If you would like your Hydrangea to be a certain color, be sure to choose a type where the color can be adjusted.  Look to the Hydrangea macrophylla.  The color can be adjusted with this variety.  Test your soil to determine pH or whether your soil is acidic, basic, or neutral.  Acidic soil will give you blue flowers, basic pink, and neutral can give you pink AND blue as well as purple flowers.

Blue Hydrangeas:

nikko blue hydrangea

To get those highly sought after blue flowers, acidify your soil, amend with compost, elemental sulfur, or use fertilizers specific for acid loving plants.  Amending with sulfur tends to work the quickest and last the longest.  However several doses may be required to get your soil where it needs to be to give you the color you want.  Most likely you will need to add sulfur yearly.  Mulching with pine straw or pine bark will help over time as they begin to break down, they will naturally add acidity to the soil.

The Nikko Blue Hydrangea, and the Endless Summer Hydrangea Original are great varieties of hydrangea that bring out a nice blue color when the soil is acidic.  If your hydrangea is slightly pink and you're going for blue, don't worry it may take extra time.  Never use any acids to change the ph of the soil because they can do more harm than good.

Pink Hydrangeas:

Endless Summer Hydrangea Endless Summer Hydrangea

Amending your soil with lime will give you a basic soil and award you with the Pink flowers you are seeking.  As with sulfur, lime can take several doses as well.  A couple of handfuls of lime mixed in with the soil is all you will need.
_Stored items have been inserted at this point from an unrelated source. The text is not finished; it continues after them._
def _row_by_id(cat: Catalogue, source_id) -> dict:
    fields = cat.column_map.fields
    if "source_id" not in fields:
        raise InputError(
            "source_id",
            source_id,
            "the table has no source_id column; name it with --columns source_id=COLUMN, or give a row number",
        )
    key = str(source_id).strip()
    for start, block in cat._blocks():
        ids = cat._source.identifiers(block[fields["source_id"]])
        if ids.dtype.kind == "i":
            if not _is_integer_text(key) or int(key) == MISSING_ID:
                continue
            found = np.flatnonzero(ids == int(key))
        else:
            found = np.flatnonzero(np.char.strip(ids) == key)
        if found.size:
            return _row_dict(cat, start, block, int(found[0]))
    raise InputError("source_id", source_id, f"not found in the {_rows_text(cat)}")


def _row_dict(cat: Catalogue, start: int, block: dict, i: int) -> dict:
    broken = block.get(_MALFORMED)
    if broken is not None and broken[i].as_py() >= 0:
        found, header = broken[i].as_py(), len(cat._source.colnames)
        raise InputError(
            "row",
            start + i,
            f"the line of this row in {cat.path.name} has {found} fields where the header has {header} "
            f"(a malformed CSV line); expected {header} comma-separated fields",
            start + i,
        )
    chunk = cat._convert(start, block).take(slice(i, i + 1))
    fields = cat.column_map.all_fields
    out = {}
    for name, values in chunk.values.items():
        value = float(values[0])
        if name in chunk.unreadable and chunk.unreadable[name][0]:
            out[name] = _cell_text(block[fields[name]], i)
        elif not math.isnan(value):
            out[name] = value
        elif name in CORRELATIONS:
            out[name] = MASKED
    if chunk.source_id is not None:
        sid = chunk.source_id[0]
        if chunk.source_id.dtype.kind == "i" and sid != MISSING_ID:
            out["source_id"] = int(sid)
        elif chunk.source_id.dtype.kind != "i" and str(sid).strip():
            out["source_id"] = str(sid)
    if chunk.name is not None and str(chunk.name[0]).strip():
        out["name"] = str(chunk.name[0])
    ratio = out.pop("phot_g_mean_flux_over_error", None)
    if "phot_g_mean_mag" in out and "phot_g_mean_mag_error" not in out and isinstance(ratio, float):
        error = float(g_error_from_flux(ratio))
        if not math.isnan(error):
            out["phot_g_mean_mag_error"] = error
    return out


def _rows_text(cat: Catalogue) -> str:
    n = cat.n_rows
    if n is None:
        return "rows of the table"
    return f"{n} rows (0 to {n - 1})" if n else "0 rows"


def _cell_text(array, i: int) -> str:
    cell = array[i]
    cell = cell.as_py() if hasattr(cell, "as_py") else cell
    return cell.decode("utf-8", "replace") if isinstance(cell, bytes) else str(cell)


# ---------------------------------------------------------------------------------------------- the file


def _check_file(path: Path) -> bytes:
    """The file's first bytes, or an InputError saying why it cannot be read."""
    expected = "expected a catalogue file (" + ", ".join(sorted(set(EXTENSIONS))) + ")"
    if path.is_dir():
        raise InputError("table", str(path), f"is a folder; {expected}")
    try:
        with path.open("rb") as fh:
            head = fh.read(4096)
    except FileNotFoundError:
        raise InputError("table", str(path), f"file not found; {expected}") from None
    except PermissionError:
        raise InputError("table", str(path), "cannot be read (permission denied)") from None
    except OSError as exc:
        raise InputError("table", str(path), f"cannot be read ({exc.strerror or exc})") from None
    if not head:
        raise InputError("table", str(path), f"is empty; {expected}")
    return head


def _format(path: Path, head: bytes, given) -> str:
    if given is not None:
        aliases = {"vot": "votable", "xml": "votable", "fit": "fits", "pq": "parquet"}
        fmt = aliases.get(str(given).lower(), str(given).lower())
        if fmt not in FORMATS:
            raise InputError("format", given, f"unknown format; expected one of {', '.join(FORMATS)}")
    else:
        name = path.name.lower()
        ext = next((e for e in sorted(EXTENSIONS, key=len, reverse=True) if name.endswith(e)), None)
        if ext is None:
            raise InputError(
                "table",
                str(path),
                f"unknown file type {''.join(path.suffixes) or '(no extension)'!r}; expected a file name "
                f"ending in {', '.join(EXTENSIONS)} (rename the file; from Python, "
                f"open_catalogue(path, format=...) also takes one of {', '.join(FORMATS)})",
            )
        fmt = EXTENSIONS[ext]
    if fmt == "csv" and _text_head(path, head).startswith("# %ECSV"):
        return "ecsv"
    return fmt
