# ---------------------------------------------------------------------------------------------- files


def test_csv_variants(tmp_path, files):
    table, paths = files
    reference = read_all(paths["csv"])
    text = paths["csv"].read_text(encoding="utf-8")
    commented = tmp_path / "commented.csv"
    commented.write_text("# invented catalogue\n# two comment lines\n" + text, encoding="utf-8")
    packed = tmp_path / "packed.csv.gz"
    packed.write_bytes(gzip.compress(text.encode("utf-8")))
    ecsv_in_csv = tmp_path / "ecsv_inside.csv"
    ecsv_in_csv.write_bytes(paths["ecsv"].read_bytes())
    ecsv_packed = tmp_path / "ecsv_inside.csv.gz"
    ecsv_packed.write_bytes(gzip.compress(paths["ecsv"].read_bytes()))
    other = tmp_path / "stars.txt"
    other.write_text(text, encoding="utf-8")
    for path, kwargs in [
        (commented, {}),
        (packed, {}),
        (ecsv_in_csv, {}),
        (ecsv_packed, {}),
        (other, {"format": "csv"}),
    ]:
        got = read_all(path, **kwargs)
        got["source_id"] = got["source_id"].astype(str)  # ECSV's are int64, a CSV's the same digits as text
        for key in reference:
            np.testing.assert_array_equal(got[key], reference[key], err_msg=f"{path.name}: {key}")
    assert open_catalogue(commented).n_rows == 57
    assert open_catalogue(ecsv_in_csv).format == open_catalogue(ecsv_packed).format == "ecsv"
    cat = open_catalogue(packed)
    assert cat.n_rows is None  # unknown until read
    assert sum(len(c) for c in cat.chunks()) == 57 and cat.n_rows == 57


def test_memory_stays_flat_for_a_large_parquet(tmp_path):
    n = 200_000
    rng = np.random.default_rng(21)
    names = ("source_id",) + NUMERIC
    data = {name: rng.uniform(0.1, 1.0, n) for name in NUMERIC}
    data["source_id"] = np.arange(n, dtype=np.int64)
    pq.write_table(pa.table(data), tmp_path / "large.parquet", row_group_size=5_000)
    whole = n * len(names) * 8  # bytes of the mapped columns as float64: 36.8 MB
    del data
    cat = open_catalogue(tmp_path / "large.parquet", chunk_rows=10_000)
    total, checksum, arrow_peak, arrow_base = 0, 0.0, 0, pa.total_allocated_bytes()
    tracemalloc.start()
    try:
        for chunk in cat.chunks():
            total += len(chunk)
            checksum += float(chunk.values["parallax"].sum())
            arrow_peak = max(arrow_peak, pa.total_allocated_bytes() - arrow_base)
        _, peak = tracemalloc.get_traced_memory()
    finally:
        tracemalloc.stop()
    assert total == n and checksum > 0
    # bounds: numpy's peak below 1/6 of the whole table (6.1 MB; one chunk of 10,000 rows is 1.8 MB and two are
    # alive while the next is built: measured 3.7 MB), and what pyarrow holds at a chunk below 1/3 (12.3 MB;
    # measured 9.3 MB, the same for 400,000 rows: it depends on the chunk and row-group sizes only)
    assert peak < whole / 6, (peak, whole)
    assert arrow_peak < whole / 3, (arrow_peak, whole)


DUPLICATE = (",".join(REQUIRED + ("ra",)) + "\n" + ",".join(["1"] * 11) + "\n").encode()


@pytest.mark.parametrize(
    ("name", "content", "kwargs", "field", "words"),
    [
        ("none.csv", None, {}, "table", "file not found"),
        ("empty.csv", b"", {}, "table", "is empty"),
        ("stars.dat", b"a,b\n1,2\n", {}, "table", "unknown file type '.dat'; expected a file name ending in .csv,"),
        ("stars", b"a,b\n1,2\n", {}, "table", "unknown file type '(no extension)'"),
        ("stars.csv", b"a,b\n1,2\n", {"format": "excel"}, "format", "expected one of csv, ecsv"),
        ("fake.parquet", b"ra,dec\n1,2\n", {}, "table", "is not a Parquet file"),
        ("fake.fits", b"ra,dec\n1,2\n", {}, "table", "is not a FITS file"),
        ("broken.parquet", b"PAR1 invented garbage", {}, "table", "cannot be read as Parquet"),
        ("broken.vot", b"<?xml version='1.0'?><VOTABLE><RESOURCE>", {}, "table", "cannot be read as VOTable"),
        ("broken.ecsv", b"# %ECSV 1.0\n# ---\n# datatype: [\n", {}, "table", "cannot be read as ECSV"),
        ("comments.csv", b"# only a comment\n", {}, "table", "has no header line"),
        ("dup.csv", DUPLICATE, {}, "table", "column 'ra' appears 2 times"),
    ],
)
def test_files_that_cannot_be_read(tmp_path, name, content, kwargs, field, words):
    path = tmp_path / name
    if content is not None:
        path.write_bytes(content)
    with pytest.raises(InputError) as err:
        open_catalogue(path, **kwargs)
    assert err.value.field == field and words in err.value.expected
    if field == "table":
        assert err.value.value == str(path)


def test_an_unknown_file_type_names_the_extensions_read_and_no_command_line_option(tmp_path):
    path = tmp_path / "stars.tsv"
    path.write_bytes(b"a\tb\n1\t2\n")
    with pytest.raises(InputError) as err:
        open_catalogue(path)
    text = err.value.expected
    assert all(ext in text for ext in EXTENSIONS) and "format=" in text
    assert "--" not in text and "say the format" not in text  # the command line has no --format option
    assert (err.value.field, err.value.value) == ("table", str(path))


def test_a_folder_a_table_less_fits_and_a_bad_chunk_size(tmp_path):
    with pytest.raises(InputError, match="is a folder") as err:
        open_catalogue(tmp_path)
    assert err.value.field == "table" and err.value.value == str(tmp_path)
    fits.PrimaryHDU(np.zeros(3)).writeto(tmp_path / "image.fits")
    with pytest.raises(InputError, match="has no table extension") as err:
        open_catalogue(tmp_path / "image.fits")
    for bad in (0, -5, 2.5, True):
        with pytest.raises(InputError) as err:
            open_catalogue(tmp_path / "image.fits", chunk_rows=bad)
        assert err.value.field == "chunk_rows" and err.value.value is bad


def test_a_truncated_fits_or_parquet_file_is_named_not_a_traceback(tmp_path, files):
    _, paths = files
    for ext, keep in (("fits", 2880 + 2880), ("parquet", -200)):
        data = paths[ext].read_bytes()
        path = tmp_path / f"cut.{ext}"
        path.write_bytes(data[:keep])
        with pytest.raises(InputError) as err:
            list(open_catalogue(path).chunks())
        assert err.value.field == "table" and err.value.value == str(path), ext
        assert "cannot be read as" in err.value.expected, ext


def csv_records(text):
    """The reference for a CSV's rows: Python's csv module, blank lines and leading # lines skipped.

    Returns (header, records): each record is its list of fields (a malformed line has another count).
    """
    lines = text.splitlines()
    while lines[0].startswith("#"):
        lines.pop(0)
    rows = [r for r in csv.reader(io.StringIO("\n".join(lines) + "\n")) if r]
    return [c.strip() for c in rows[0]], rows[1:]


def malformed_csv(tmp_path, table):
    """The invented table as CSV with malformed lines at rows 3 (too few fields), 17 and 18 (one too many),
    and the last row (a lone value); blank lines before rows 10 and 25 and a comment line on top."""
    path = write(table, tmp_path / "malformed.csv")
    lines = path.read_text(encoding="utf-8").splitlines()
    n = len(table)
    lines[1 + 3] = ",".join(lines[1 + 3].split(",")[:7])
    lines[1 + 17] += ",extra"
    lines[1 + 18] += ",extra"
    lines[n] = "12.5"
    lines.insert(1 + 25, "")
    lines.insert(1 + 10, "")
    path.write_text("# invented catalogue with broken lines\n" + "\n".join(lines) + "\n", encoding="utf-8")
    return path, n - 1


@pytest.mark.parametrize("block_bytes", [2048, 1 << 20])
def test_a_malformed_csv_line_stays_a_row_in_its_place(tmp_path, block_bytes):
    table = invented_table(40, seed=17, rv_missing=0.0)
    path, last = malformed_csv(tmp_path, table)
    header, records = csv_records(path.read_text(encoding="utf-8"))
    broken = np.array([len(r) != len(header) for r in records])
    assert len(records) == 40 and np.flatnonzero(broken).tolist() == [3, 17, 18, last]  # the reference agrees
    whole = None
    with pytest.MonkeyPatch.context() as mp:
        mp.setattr(reader, "_CSV_BLOCK_BYTES", block_bytes)
        for chunk_rows in (1, 3, 4, 10, 17, 18, 19, 39, 40, 1000):
            got = read_all(path, chunk_rows=chunk_rows)
            # every row kept and numbered as the k-th data line; a malformed one: NaN and unreadable everywhere
            np.testing.assert_array_equal(got["rows"], np.arange(40))
            for name in NUMERIC + ("ref_epoch",):
                want = expected_values(table, name)
                want[broken] = np.nan
                np.testing.assert_array_equal(got[name], want, err_msg=f"{chunk_rows}: {name}")
                np.testing.assert_array_equal(got[f"bad:{name}"], broken, err_msg=f"{chunk_rows}: {name}")
            want_ids = written_ids(table)
            want_ids[broken] = ""
            np.testing.assert_array_equal(got["source_id"], want_ids, strict=True)
            assert (
                got["name"][16] == "invented star 16"
                and got["name"][17] == ""
                and got["name"][19] == "invented star 19"
            )
            if whole is not None:
                for key in whole:
                    np.testing.assert_array_equal(got[key], whole[key], err_msg=f"{chunk_rows}: {key}")
            whole = got
        # a resumed run (chunks from the third on) reads the same rows as the whole run
        tail = list(open_catalogue(path, chunk_rows=10).chunks(start_chunk=1))
    assert [c.rows[0] for c in tail] == [10, 20, 30]
    np.testing.assert_array_equal(np.concatenate([c.values["parallax"] for c in tail]), whole["parallax"][10:])
    # the screen gives each malformed row the status of an unreadable cell, and no other row
    chunk = next(open_catalogue(path, chunk_rows=1000).chunks())
    status = screen_chunk(chunk)["status"].astype(str)
    np.testing.assert_array_equal(status == "unreadable_value", broken)


def test_read_row_names_a_malformed_line_and_counts_past_it(tmp_path):
    table = invented_table(40, seed=17, rv_missing=0.0)
    path, _ = malformed_csv(tmp_path, table)
    n_fields = len(table.colnames)
    with pytest.raises(InputError) as err:
        read_row(path, row=17)
    # the fields of the line, counted by Python's csv module (the reference): one more than the header
    assert (err.value.field, err.value.value, err.value.row) == ("row", 17, 17)
    assert f"has {n_fields + 1} fields where the header has {n_fields}" in err.value.expected
    with pytest.raises(InputError, match="has 7 fields"):
        read_row(path, row=3)
    plain = table.copy()
    plain["ref_epoch"].unit = None  # perierr.star reads a table row's epoch as a plain number only
    for i in (4, 19, 26):  # after a malformed line, after two, after a blank line
        want = ObservedStar.from_mapping(plain[i], row=i, strict=False)
        got = ObservedStar.from_mapping(read_row(path, row=i), row=i, strict=False)
        np.testing.assert_array_equal(got.mean, want.mean)
        assert got.source_id == str(table["source_id"][i])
The Penny Mac Hydrangea and our favorite, the Cityline Paris hydrangea are well-known for their pink color.  The penny mac will have more of a mix between blue and pink, but the Cityline Paris, will have a brilliant dark pink that really is noticeable from a distance.


If you are looking for a gorgeous, colorful plant with huge flowers, Hydrangeas are the perfect choice for you.  They really only require minimal care, especially once established.  If you want a certain color, you will have a bit more work to do.  But in the end you will be rewarded with a stunning plant that is exactly what you want!

cityline hydrangeas

One thought on “Hydrangea: Care and Color”

  • Debbie

    Thank you my Mother in-law was getting rid of her Hydrangea's. So i dug them up to plant. Its been 2 yr.'s but no flowers. Just nice large green leaves. I'm hoping to find the answer to my problem. I have noticed little buds this yr. . But I'm not sure of the color. She doesn't know witch type these are.